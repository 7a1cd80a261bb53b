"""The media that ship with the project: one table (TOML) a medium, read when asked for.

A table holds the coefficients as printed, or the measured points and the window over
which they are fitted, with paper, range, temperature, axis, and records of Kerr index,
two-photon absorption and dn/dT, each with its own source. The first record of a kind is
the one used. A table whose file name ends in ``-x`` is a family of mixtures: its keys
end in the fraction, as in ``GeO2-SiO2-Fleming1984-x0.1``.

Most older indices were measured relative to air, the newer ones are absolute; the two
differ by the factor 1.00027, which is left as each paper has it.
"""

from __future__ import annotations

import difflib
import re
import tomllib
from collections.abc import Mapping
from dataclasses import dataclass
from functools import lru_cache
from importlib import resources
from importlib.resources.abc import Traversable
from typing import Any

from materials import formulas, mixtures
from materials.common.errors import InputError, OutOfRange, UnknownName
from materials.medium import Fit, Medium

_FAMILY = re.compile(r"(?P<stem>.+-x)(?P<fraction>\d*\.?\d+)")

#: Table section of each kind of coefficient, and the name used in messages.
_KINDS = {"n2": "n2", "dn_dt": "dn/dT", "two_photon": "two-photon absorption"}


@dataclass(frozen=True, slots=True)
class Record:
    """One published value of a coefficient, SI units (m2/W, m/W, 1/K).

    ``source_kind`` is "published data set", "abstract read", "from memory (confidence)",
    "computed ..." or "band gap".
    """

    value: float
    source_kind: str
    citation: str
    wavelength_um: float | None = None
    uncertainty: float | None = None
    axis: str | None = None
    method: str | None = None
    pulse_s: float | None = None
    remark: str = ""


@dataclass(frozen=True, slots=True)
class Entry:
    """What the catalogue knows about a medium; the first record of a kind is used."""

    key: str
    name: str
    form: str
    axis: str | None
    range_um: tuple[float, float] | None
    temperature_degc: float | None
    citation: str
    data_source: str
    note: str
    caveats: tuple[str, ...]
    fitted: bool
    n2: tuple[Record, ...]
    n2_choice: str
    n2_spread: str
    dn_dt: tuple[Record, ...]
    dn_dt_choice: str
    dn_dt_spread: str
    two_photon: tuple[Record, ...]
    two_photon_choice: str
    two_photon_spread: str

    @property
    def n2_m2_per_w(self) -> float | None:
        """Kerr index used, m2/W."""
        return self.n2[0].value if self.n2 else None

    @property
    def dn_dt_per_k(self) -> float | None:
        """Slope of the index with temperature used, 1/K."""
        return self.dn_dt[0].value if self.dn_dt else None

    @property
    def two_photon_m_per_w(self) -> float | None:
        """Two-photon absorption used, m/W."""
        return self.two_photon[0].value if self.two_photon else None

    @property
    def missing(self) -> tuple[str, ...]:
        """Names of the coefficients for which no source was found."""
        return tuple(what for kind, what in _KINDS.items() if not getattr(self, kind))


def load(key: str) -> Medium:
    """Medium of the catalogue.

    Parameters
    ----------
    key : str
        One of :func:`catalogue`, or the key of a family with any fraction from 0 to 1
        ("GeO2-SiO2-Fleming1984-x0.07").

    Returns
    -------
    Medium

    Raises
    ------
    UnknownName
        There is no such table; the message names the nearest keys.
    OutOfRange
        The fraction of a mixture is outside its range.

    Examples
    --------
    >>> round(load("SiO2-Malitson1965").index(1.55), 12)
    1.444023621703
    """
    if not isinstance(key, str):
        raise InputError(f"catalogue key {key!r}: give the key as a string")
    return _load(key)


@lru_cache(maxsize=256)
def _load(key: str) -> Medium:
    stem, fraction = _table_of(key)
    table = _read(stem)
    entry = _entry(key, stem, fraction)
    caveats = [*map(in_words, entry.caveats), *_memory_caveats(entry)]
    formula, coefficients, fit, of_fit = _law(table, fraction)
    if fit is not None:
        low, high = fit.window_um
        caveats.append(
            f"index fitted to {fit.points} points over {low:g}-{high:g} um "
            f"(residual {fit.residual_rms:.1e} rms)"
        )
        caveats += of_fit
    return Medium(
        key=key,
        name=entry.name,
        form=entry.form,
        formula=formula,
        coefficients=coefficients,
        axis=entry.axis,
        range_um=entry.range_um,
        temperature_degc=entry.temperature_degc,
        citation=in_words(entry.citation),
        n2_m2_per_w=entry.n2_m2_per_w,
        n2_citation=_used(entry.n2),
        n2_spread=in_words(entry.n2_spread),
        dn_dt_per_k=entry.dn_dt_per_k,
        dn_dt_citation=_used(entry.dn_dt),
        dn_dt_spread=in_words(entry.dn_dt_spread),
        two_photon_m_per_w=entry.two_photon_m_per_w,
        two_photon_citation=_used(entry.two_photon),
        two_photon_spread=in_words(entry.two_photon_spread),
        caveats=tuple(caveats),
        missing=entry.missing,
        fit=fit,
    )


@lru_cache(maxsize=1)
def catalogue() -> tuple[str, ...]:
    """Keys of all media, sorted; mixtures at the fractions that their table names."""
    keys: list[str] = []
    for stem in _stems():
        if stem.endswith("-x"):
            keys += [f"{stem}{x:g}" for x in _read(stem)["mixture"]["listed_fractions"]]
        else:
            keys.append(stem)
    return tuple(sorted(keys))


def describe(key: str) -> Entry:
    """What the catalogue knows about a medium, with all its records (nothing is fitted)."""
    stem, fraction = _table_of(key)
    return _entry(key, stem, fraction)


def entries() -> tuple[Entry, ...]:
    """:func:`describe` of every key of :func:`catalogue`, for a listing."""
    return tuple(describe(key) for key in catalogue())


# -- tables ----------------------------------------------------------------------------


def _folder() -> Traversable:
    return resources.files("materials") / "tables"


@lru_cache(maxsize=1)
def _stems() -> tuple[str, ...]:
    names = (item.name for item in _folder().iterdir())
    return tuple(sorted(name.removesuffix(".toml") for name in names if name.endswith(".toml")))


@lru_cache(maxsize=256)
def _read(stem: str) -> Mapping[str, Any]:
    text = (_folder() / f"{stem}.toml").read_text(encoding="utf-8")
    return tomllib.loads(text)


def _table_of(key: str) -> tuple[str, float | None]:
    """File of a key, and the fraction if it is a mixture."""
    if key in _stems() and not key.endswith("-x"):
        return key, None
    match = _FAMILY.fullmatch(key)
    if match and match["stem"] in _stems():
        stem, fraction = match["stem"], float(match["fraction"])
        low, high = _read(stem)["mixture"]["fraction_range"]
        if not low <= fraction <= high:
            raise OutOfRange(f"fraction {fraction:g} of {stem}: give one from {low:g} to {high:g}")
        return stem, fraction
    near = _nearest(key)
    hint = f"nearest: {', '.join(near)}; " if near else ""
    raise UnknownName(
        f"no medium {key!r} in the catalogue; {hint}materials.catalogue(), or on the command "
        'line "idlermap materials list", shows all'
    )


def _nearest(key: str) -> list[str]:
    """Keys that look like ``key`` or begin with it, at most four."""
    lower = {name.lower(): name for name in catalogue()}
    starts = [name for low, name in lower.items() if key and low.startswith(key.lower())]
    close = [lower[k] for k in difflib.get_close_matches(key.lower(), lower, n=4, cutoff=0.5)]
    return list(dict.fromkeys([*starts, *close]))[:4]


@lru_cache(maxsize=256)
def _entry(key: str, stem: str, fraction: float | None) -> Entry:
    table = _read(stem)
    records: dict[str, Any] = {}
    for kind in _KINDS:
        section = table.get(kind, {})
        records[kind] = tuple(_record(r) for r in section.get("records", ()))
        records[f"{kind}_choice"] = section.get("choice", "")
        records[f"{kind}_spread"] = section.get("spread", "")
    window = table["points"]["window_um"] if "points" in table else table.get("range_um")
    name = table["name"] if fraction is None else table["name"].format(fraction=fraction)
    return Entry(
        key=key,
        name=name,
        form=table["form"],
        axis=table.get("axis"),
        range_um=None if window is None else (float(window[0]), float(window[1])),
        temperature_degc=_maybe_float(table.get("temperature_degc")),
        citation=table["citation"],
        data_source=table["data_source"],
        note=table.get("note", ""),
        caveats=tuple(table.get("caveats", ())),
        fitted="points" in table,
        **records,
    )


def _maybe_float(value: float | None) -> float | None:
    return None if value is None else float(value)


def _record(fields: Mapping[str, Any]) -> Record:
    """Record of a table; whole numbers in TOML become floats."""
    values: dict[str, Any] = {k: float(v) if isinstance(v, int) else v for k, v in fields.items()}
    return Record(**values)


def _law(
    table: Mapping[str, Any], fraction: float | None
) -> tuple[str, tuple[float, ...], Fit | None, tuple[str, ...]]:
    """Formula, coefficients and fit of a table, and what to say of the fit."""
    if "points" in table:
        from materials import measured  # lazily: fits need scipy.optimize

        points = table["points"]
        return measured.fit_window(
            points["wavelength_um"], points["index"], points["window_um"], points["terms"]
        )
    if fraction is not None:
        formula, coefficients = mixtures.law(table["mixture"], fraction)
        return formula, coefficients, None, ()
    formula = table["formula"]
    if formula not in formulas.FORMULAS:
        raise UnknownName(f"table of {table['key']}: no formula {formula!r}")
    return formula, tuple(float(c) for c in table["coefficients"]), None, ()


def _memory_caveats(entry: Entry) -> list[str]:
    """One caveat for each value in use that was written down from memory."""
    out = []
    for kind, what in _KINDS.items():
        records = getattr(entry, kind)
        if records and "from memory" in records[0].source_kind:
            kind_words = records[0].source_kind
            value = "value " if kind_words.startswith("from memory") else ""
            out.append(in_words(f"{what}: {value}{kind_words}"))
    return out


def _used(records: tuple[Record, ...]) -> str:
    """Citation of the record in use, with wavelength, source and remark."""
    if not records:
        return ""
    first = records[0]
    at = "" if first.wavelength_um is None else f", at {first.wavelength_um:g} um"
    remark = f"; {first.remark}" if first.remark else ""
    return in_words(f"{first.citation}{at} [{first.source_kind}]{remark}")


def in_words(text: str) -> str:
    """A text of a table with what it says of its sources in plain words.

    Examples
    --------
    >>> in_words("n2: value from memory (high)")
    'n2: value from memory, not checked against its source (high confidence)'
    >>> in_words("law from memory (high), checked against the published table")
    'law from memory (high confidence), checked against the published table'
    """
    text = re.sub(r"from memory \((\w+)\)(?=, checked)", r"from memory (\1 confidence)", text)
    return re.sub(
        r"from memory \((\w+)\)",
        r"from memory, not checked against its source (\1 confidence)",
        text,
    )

[WORK REQUIRED]
When a line in the data holds the word "close", show that line.

[FINISHED TASK]
    close = [lower[k] for k in difflib.get_close_matches(key.lower(), lower, n=4, cutoff=0.5)]
    return list(dict.fromkeys([*starts, *close]))[:4]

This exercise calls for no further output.